L’élection présidentielle du 21 novembre, ainsi que le renouvellement partiel des chambres et des conseils régionaux, devaient sanctionner la crise du régime issu de la dictature de Pinochet. Elles devaient également pour beaucoup à gauche poursuivre le processus constituant en cours incarnant une véritable alternance. L’arrivée en tête de l’extrême droite réveille les inquiétudes largement au-delà des milieux militants. Comment en est-on arrivé là après la puissante révolte de 2019 ?
Avec 53 % d’abstention, c’est donc moins de la moitié du corps électoral qui a mis en tête deux candidats qui brisent définitivement le système d’alternance entre, d’un côté, sociaux-démocrates et chrétiens-démocrates et, de l’autre la droite conservatrice.
Permanences du passé
José Antonio Kast (28 %), fils d’un officier du IIIe Reich et riche entrepreneur, incarne désormais une extrême droite fasciste, qui a laissé de côté son rôle de force d’appoint pour devenir l’axe central d’une coalition, s’assurant la moitié du Sénat et une majorité possible de travail ou de blocage à la chambre des députés. Gabriel Boric (26 %), issu de la contestation étudiante de 2011, incarne une nouvelle gauche, plus radicale dans les mots que l’ancienne – une tâche aisée – et censée incarner un débouché politique des mouvements sociaux. Cette polarisation politique reflète en partie la polarisation sociale, mais la nouvelle poussée de l’extrême droite sur le plan électoral était sensible depuis plusieurs mois.
En jouant la carte du parti de l’ordre, Kast a réussi, via les réseaux fascistes et chrétiens, à contenter les secteurs de la bourgeoisie et de secteurs intermédiaires paniqués par le risque d’un déclassement. Le Chili est le troisième pays au monde pour le nombre de cas graves de la pandémie, a vu exploser la misère et son cortège de violences, et on a même assisté à Iquique à des émeutes orchestrées par les fascistes contre les migrantEs. Boric avait de belles promesses électorales, mais une parole discréditée par ses revirements, et la tache indélébile d’avoir désavoué publiquement les milliers de révoltés emprisonnés suite à l’explosion sociale. La contestation sociale n’avait pas de candidat et c’est l’une des clés de la situation.
Présence du futur
Les secteurs moteurs de la révolte de 2019, à savoir la jeunesse en général et des milieux populaires en particulier, n’ont pas participé aux élections. La gauche le leur reproche. Il faut aller toutefois plus loin que cette gestion morale de la peur. Car tout n’était pas écrit à l’avance. Si l’extrême gauche trotskiste unie n’a pas pu créer la surprise, la candidature indépendante de Fabiola Campillay illustre un véritable potentiel. Cette ouvrière des quartiers pauvres de Santiago, élue sénatrice, a été rendue aveugle par un tir de lacrymogène ; avec courage, elle a par son langage simple, de classe, réussi à donner un visage aux exploitéEs et aux pauvres qui l’ont appuyée. Cette performance, au-delà des limites d’une telle candidature, montre un potentiel négligé. Lorsque la contestation trouve une expression, elle s’en empare.
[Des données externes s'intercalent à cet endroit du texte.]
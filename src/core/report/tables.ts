/**
 * Export tables: picks, intervals, profile (CSV) and the site summary (JSON). One header row, the unit
 * in every column name, a column for the method and one for flags. Non-finite numbers never reach a
 * cell: they become empty cells and the row carries a flag. Cells a spreadsheet would run as a formula
 * are neutralised in toCsv(). Every export carries the cautions.
 */
import { softwareVersion } from '../version';
import type { Flag } from '../flags';
import Papa from 'papaparse';
import type { Station } from '../survey/stations';
import type { Derived, ProfileRow } from '../pipeline';
import type { Settings } from '../settings';
import { SITE_CAUTIONS } from '../site/classes';
import { csvColumn, type QuantityKind, type UnitSystem } from '../units';
import { reported, type ReportedQuantity } from './digits';

export type Cell = string | number | null;

export interface Table {
  columns: string[];
  rows: Cell[][];
}

/** Plain words carried by every export (docs/conventions.md "Cautions"). */
export const EXPORT_CAUTIONS: string[] = [
  'Results need review by a qualified professional before use in design; local codes and standards govern.',
  ...SITE_CAUTIONS,
];

/** Numbers rounded for export; non-finite -> null (empty cell). */
export function num(x: number | null | undefined, digits: number): number | null {
  if (x === null || x === undefined || !Number.isFinite(x)) return null;
  const f = 10 ** digits;
  return Math.round(x * f) / f;
}

/**
 * CSV injection (OWASP "CSV Injection"): a spreadsheet runs a cell that begins with = + - @ tab or CR
 * as a formula. A text cell is also split wherever the reader's list separator is (comma, semicolon
 * or tab; much of Europe uses semicolon), and a naive reader splits at line breaks: every place that
 * can begin a cell is a start. Neutralising: an apostrophe is put at each start (the cell's first
 * character, and right after a comma, semicolon, tab, CR or LF) that is followed, after any spaces, by
 * a formula trigger or by apostrophes and a trigger (so the change can be undone exactly).
 */
const CELL_START_AFTER = /[,;\t\r\n]/;
const NEEDS_APOSTROPHE = /^ *'*[=+\-@\t\r]/;

/** A text cell that a spreadsheet could read as a formula, at its start or after a separator, made inert. */
export function neutraliseText(s: string): string {
  let out = '';
  for (let i = 0; i <= s.length; i++) {
    if ((i === 0 || CELL_START_AFTER.test(s[i - 1])) && NEEDS_APOSTROPHE.test(s.slice(i, i + 64))) out += "'";
    if (i < s.length) out += s[i];
  }
  return out;
}

/** The exact inverse of neutraliseText (tests and round trips). */
export function unneutraliseText(s: string): string {
  let out = '';
  for (let i = 0; i < s.length; i++) {
    const atStart = i === 0 || CELL_START_AFTER.test(s[i - 1]);
    if (atStart && s[i] === "'" && NEEDS_APOSTROPHE.test(s.slice(i + 1, i + 65))) continue;
    out += s[i];
  }
  return out;
}

/** Text that must be quoted in CSV: any separator a reader may use, a quote or a line break (RFC 4180). */
const MUST_QUOTE = /[,;\t"\r\n]/;

/** CSV text: header row, data rows, then the software version and the cautions as '#' comment lines. Numbers stay numbers. */
export function toCsv(t: Table, cautions: string[] = EXPORT_CAUTIONS): string {
  const rows = t.rows.map((r) => r.map((c) => (typeof c === 'string' ? neutraliseText(c) : c)));
  const body = Papa.unparse(
    { fields: t.columns.map(neutraliseText), data: rows },
    { newline: '\n', quotes: (value: unknown) => typeof value === 'string' && MUST_QUOTE.test(value) },
  );
  // The program that made it, then the cautions (last), all as '#' comment lines after the table.
  const notes = [
    `# SOFTWARE: Borewave ${softwareVersion()}`,
    ...cautions.map((c) => `# CAUTION: ${c.replace(/[\r\n]+/g, ' ')}`),
  ];
  return `${body}\n${notes.join('\n')}\n`;
}

/** Times in ms, rounded by the reporting rule (docs/significant-digits.md). */
const ms = (s: number | null | undefined) => reported('time', s);

/** SI column suffixes as the trade writes them (e.g. density_mg_m3); US ones from units.ts (vs_ftps, gmax_ksi). */
const SI_SUFFIX: Partial<Record<QuantityKind, string>> = { density: 'mg_m3', unitWeight: 'kn_m3' };

/** Column name with its unit, and the value converted from SI for the chosen system. */
export function unitColumn(system: UnitSystem) {
  return {
    name: (base: string, kind: QuantityKind) =>
      system === 'SI'
        ? `${base}_${SI_SUFFIX[kind] ?? csvColumn('', kind, 'SI').slice(1)}`
        : csvColumn(base, kind, 'US'),
    /** SI value converted to the system and rounded by the quantity's reporting rule (docs/significant-digits.md). */
    value: (q: ReportedQuantity, si: number | null | undefined) => reported(q, si, system),
  };
}

/** One column of a table: its name and how one row gives its cell. */
export type Column<R> = readonly [name: string, cell: (row: R) => Cell];

/** A table from a list of rows and its columns, each name written beside the value it heads. */
export function tableOf<R>(rows: readonly R[], columns: readonly Column<R>[]): Table {
  return { columns: columns.map(([name]) => name), rows: rows.map((r) => columns.map(([, cell]) => cell(r))) };
}

/** Flags of a row, with 'no value' added when the row's value is missing and nothing else says why. */
function withNoValue(flags: readonly Flag[], missing: boolean, onlyWhenUnflagged = false): Flag[] {
  const out: Flag[] = [...flags];
  if (missing && (!onlyWhenUnflagged || !out.length)) out.push('no value');
  return out;
}

export function picksTable(stations: readonly Station[], d: Derived, system: UnitSystem = 'SI'): Table {
  const u = unitColumn(system);
  const byKey = new Map(stations.map((s) => [s.key, s]));
  const rows = d.picks.map((p) => ({
    p,
    s: byKey.get(p.stationKey),
    flags: withNoValue(p.flags, !Number.isFinite(p.timeS)),
  }));
  return tableOf(rows, [
    ['station', ({ p }) => p.stationKey],
    ['receiver', ({ s }) => s?.receiver ?? ''],
    [u.name('depth', 'depth'), ({ s }) => u.value('distance', s?.depthM)],
    ['component', ({ s }) => s?.component ?? ''],
    ['wave', ({ p }) => p.wave],
    ['method', ({ p }) => p.method],
    ['origin', ({ p }) => p.origin],
    ['time_ms', ({ p }) => ms(p.timeS)],
    ['uncertainty_ms', ({ p }) => ms(p.uncertaintyS)],
    ['snr', ({ p }) => reported('ratio', p.snr)],
    ['polarity', ({ p }) => p.polarity ?? null],
    ['flags', ({ flags }) => flags.join('; ')],
  ]);
}
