function ScreenTable({ q, units }: { q: LiquefactionResult; units: UnitSystem }) {
  const dep = label('depth', units);
  const v = label('velocity', units);
  const rows = [
    ...q.byLayer.map((r) => ({ basis: 'layer', r })),
    ...q.byInterval.map((r) => ({ basis: 'interval', r })),
  ];
  return (
    <div className="table-wrap tall">
      <table className="num design-table">
        <thead>
          <tr>
            <th>Basis</th>
            <th>Top ({dep})</th>
            <th>Bottom ({dep})</th>
            <th>Type</th>
            <th>Status</th>
            <th>Vs1 ({v})</th>
            <th>Vs1* ({v})</th>
            <th>rd</th>
            <th>CSR</th>
            <th>CRR M7.5</th>
            <th>MSF</th>
            <th>FS</th>
            <th>Flags</th>
          </tr>
        </thead>
        <tbody>
          {rows.map(({ basis, r }, i) => (
            <tr key={i} className={basis === 'layer' ? 'layer-row' : ''}>
              <td className="text">{basis}</td>
              <td>{fmt('depth', units, r.topM)}</td>
              <td>{fmt('depth', units, r.bottomM)}</td>
              <td className="text">{r.soilType ?? '–'}</td>
              <td className="text">{STATUS_WORDS[r.status]}</td>
              <td>{fmt('velocity', units, r.vs1Mps)}</td>
              <td>{fmt('velocity', units, r.vs1StarMps)}</td>
              <td>{pct(r.rd, 3)}</td>
              <td>{pct(r.csr, 3)}</td>
              <td>{pct(r.crr75, 3)}</td>
              <td>{pct(r.msf, 2)}</td>
              <td>
                {r.factorOfSafety !== null ? (
                  <span className="fs" style={{ color: fsColour(r.factorOfSafety) }}>
                    {r.factorOfSafety.toFixed(2)}
                  </span>
                ) : (
                  '–'
                )}
              </td>
              <td className="text small">{r.flags.join(', ')}</td>
            </tr>
          ))}
        </tbody>
      </table>
    </div>
  );
}

export function DesignPane() {
  const d = useDerived();
  const units = useUnits();
  const [showAlt, setShowAlt] = useState(true);
  const design = d?.design;
  if (!design?.layers.length) {
    return (
      <section className="geometry-pane design-pane" aria-label="Design">
        <p className="empty">Curves and the liquefaction screen appear here once the profile is computed.</p>
      </section>
    );
  }
  const model = CURVE_MODEL_SOURCES[design.curveModel].label;
  const other = CURVE_MODEL_SOURCES[design.curveModel === 'darendeli' ? 'ishibashi-zhang' : 'darendeli'].label;
  const q = design.liquefaction;
  return (
    <section className="geometry-pane design-pane" aria-label="Design">
      <h3>Modulus reduction and damping per layer</h3>
      <div className="form-grid">
        <span>
          {model}, {design.loadingFrequencyHz} Hz, {design.loadingCycles} cycles, scaled to the measured Gmax
        </span>
        <label>
          <input type="checkbox" checked={showAlt} onChange={(e) => setShowAlt(e.target.checked)} /> Compare with{' '}
          {other} (dashed)
        </label>
        <span className="small muted">
          lines: layers (colours in the table) · ◆ working strain · ○ field damping (at the smallest strain)
        </span>
      </div>
      <CurvesPlot layers={design.layers} showAlt={showAlt} />
      <LayerTable layers={design.layers} units={units} fieldQGiven={design.fieldQGiven} />
      <CautionList items={CURVE_CAUTIONS} className="cautions small" />
      <h3>Liquefaction triggering screen (from Vs)</h3>
      <p className="caution-top">{LIQUEFACTION_CAUTIONS[0]}</p>
      {q ? (
        <>
          <p className="small">
            Peak ground acceleration {q.pgaG} g, magnitude {q.magnitude}. CSR by the simplified procedure (Youd et al.
            2001), CRR from Vs1 (n = 0.25, Pa = 100 kPa) by Andrus & Stokoe (2000). Only layers marked sand or silty
            sand below the water table are screened. <span style={{ color: SCREEN_COLOURS.fsLow }}>● FS &lt; 1</span>{' '}
            <span style={{ color: SCREEN_COLOURS.fsNear }}>● 1–1.25</span>{' '}
            <span style={{ color: SCREEN_COLOURS.fsOk }}>● ≥ 1.25</span>
          </p>
          <ScreenPlot q={q} units={units} />
          <ScreenTable q={q} units={units} />
        </>
      ) : (
        <p className="pane-note">
          Enter the peak ground acceleration and the magnitude in{' '}
          <button className="link" onClick={() => setView({ centre: 'geometry' })}>
            Geometry → Shaking and curves
          </button>{' '}
          and mark sand layers in the soil column to run the screen.
        </p>
      )}
      <CautionList items={LIQUEFACTION_CAUTIONS} className="cautions small" />
    </section>
  );
}
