/** Travel time against path length, fitted per layer (user boundaries, else the soil layers). */
function layerFits(
  survey: Survey,
  rows: readonly TravelTimeRow[],
  settings: Settings,
  method: EditablePickMethod,
): LayerFit[] {
  if (!hasDepthTimeFits(survey.kind)) return [];
  const bounds = layerBoundaries(survey, settings, Math.max(0, ...rows.map((r) => r.depthM)));
  const fits: LayerFit[] = [];
  for (const wave of ['S', 'P'] as Wave[]) {
    const ws = rows.filter((r) => r.wave === wave && r.receiver === FIT_SLOT && r.times[method]);
    for (let i = 0; i + 1 < bounds.length; i++) {
      const inLayer = ws.filter((r) => r.depthM >= bounds[i] - 1e-9 && r.depthM <= bounds[i + 1] + 1e-9);
      const fit = fitLine(
        inLayer.map((r) => r.pathM),
        inLayer.map((r) => r.times[method]!.timeS),
      );
      if (!fit || !(fit.slope > 0)) continue;
      fits.push({
        wave,
        topM: bounds[i],
        bottomM: bounds[i + 1],
        method,
        velocityMps: 1 / fit.slope,
        velocitySdMps: Number.isFinite(fit.slopeSe) ? fit.slopeSe / (fit.slope * fit.slope) : null,
        interceptS: fit.intercept,
        stations: fit.n,
        rmsResidualS: fit.rmsResidual,
      });
    }
  }
  return fits;
}

/** Direct times of one receiver for the given method: pick times, or (delay methods) the first onset plus cumulative delays. */
/** Direct times of receiver stations in depth order, with the one-sigma uncertainty of each time difference from the station above. */
function directTimesFor(
  stations: readonly Station[],
  pairs: readonly StationPair[],
  picks: readonly Pick[],
  delays: readonly PairDelay[],
  method: IntervalMethod,
): { station: Station; timeS: number; timeSdS: number }[] {
  const list = stations.filter((s) => s.wave === 'S').sort((a, b) => a.depthM - b.depthM);
  const pickIndex = new Map<string, Pick>();
  for (const p of picks) {
    const m = editableMethodOf(p);
    if (p.wave === 'S' && p.origin !== 'excluded' && m && !pickIndex.has(`${p.stationKey}|${m}`))
      pickIndex.set(`${p.stationKey}|${m}`, p);
  }
  const pickOf = (s: Station, m: EditablePickMethod) => pickIndex.get(`${s.key}|${m}`);
  const pairInto = new Map(pairs.filter((q) => q.wave === 'S').map((q) => [q.b.key, q]));
  const delayOf = new Map(delays.filter((x) => x.method === method).map((x) => [x.pairKey, x]));
  if (methodInfo(method).kind === 'delay') {
    const out: { station: Station; timeS: number; timeSdS: number }[] = [];
    let t: number | null = null;
    for (const s of list) {
      let sd = 0;
      if (t === null) {
        const p = pickOf(s, 'onset');
        if (p) {
          t = p.timeS;
          sd = p.uncertaintyS;
        }
      } else {
        const pr = pairInto.get(s.key);
        const d = pr && delayOf.get(pr.key);
        if (!d) break;
        t += d.delayS;
        sd = d.uncertaintyS;
      }
      if (t !== null) out.push({ station: s, timeS: t, timeSdS: sd });
    }
    return out;
  }
  const m: EditablePickMethod = methodInfo(method).editable ? (method as EditablePickMethod) : 'onset';
  const withPicks = list
    .map((s) => ({ station: s, pick: pickOf(s, m) }))
    .filter((x) => x.pick && Number.isFinite(x.pick.timeS));
  return withPicks.map((x, i) => ({
    station: x.station,
    timeS: x.pick!.timeS,
    timeSdS: i === 0 ? x.pick!.uncertaintyS : Math.hypot(x.pick!.uncertaintyS, withPicks[i - 1].pick!.uncertaintyS),
  }));
}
Le second tour, le 19 décembre, laisse le temps à bien des combinaisons, des rebondissements. La presse patronale chilienne, mais aussi le Financial Times, sont conscients des risques. Une gauche sans majorité parlementaire et une extrême droite revancharde ne garantissent aucune stabilité pour les affaires. Et les conditions d’une nouvelle explosion sociale sont toujours présentes.